┌────────

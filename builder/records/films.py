"""Films as deposited, and families of films."""

from __future__ import annotations

from dataclasses import dataclass
from typing import Annotated

from builder.records.conversion import Density, Key, MolarMass
from builder.records.record import Record
from builder.records.terms import Barrier, Electrical, FilmClass, FilmFamily, SigmaClass, Trust


@dataclass(frozen=True, slots=True, kw_only=True)
class Film(Record):
    """
    One film as deposited, or a family of films (`film_class`, written `class` in the file).

    `barrier` other than dense lets liquid and HF vapour through at once. `sigma_class` None means
    that nobody called the film close; it then counts as other. `electrical` None is unknown.
    """

    name: str
    family: FilmFamily
    film_class: Annotated[FilmClass, Key("class")]
    barrier: Barrier
    synonyms: tuple[str, ...] = ()
    formula: str | None = None
    members: tuple[str, ...] = ()
    deposition: str | None = None
    electrical: Electrical | None = None
    noble: bool | None = None
    similar: tuple[str, ...] = ()
    density: Density | None = None
    molar_mass: MolarMass | None = None
    refractive_index: float | None = None
    adhesion_layer_usual: tuple[str, ...] = ()
    groups: tuple[str, ...] = ()
    crystalline_silicon: bool | None = None
    sigma_class: SigmaClass | None = None
    note: str | None = None
    source: str | None = None
    trust: Trust | None = None
    pending: tuple[str, ...] = ()

    @property
    def is_family(self) -> bool:
        """Tell whether the name stands for several films, so that its facts are hints only."""
        return self.film_class is FilmClass.FAMILY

└────────

Give back, unchanged, every line from the one with "refractive_index: float | None = None" to the end of the entries above.

    refractive_index: float | None = None
    adhesion_layer_usual: tuple[str, ...] = ()
    groups: tuple[str, ...] = ()
    crystalline_silicon: bool | None = None
    sigma_class: SigmaClass | None = None
    note: str | None = None
    source: str | None = None
    trust: Trust | None = None
    pending: tuple[str, ...] = ()

    @property
    def is_family(self) -> bool:
        """Tell whether the name stands for several films, so that its facts are hints only."""
        return self.film_class is FilmClass.FAMILY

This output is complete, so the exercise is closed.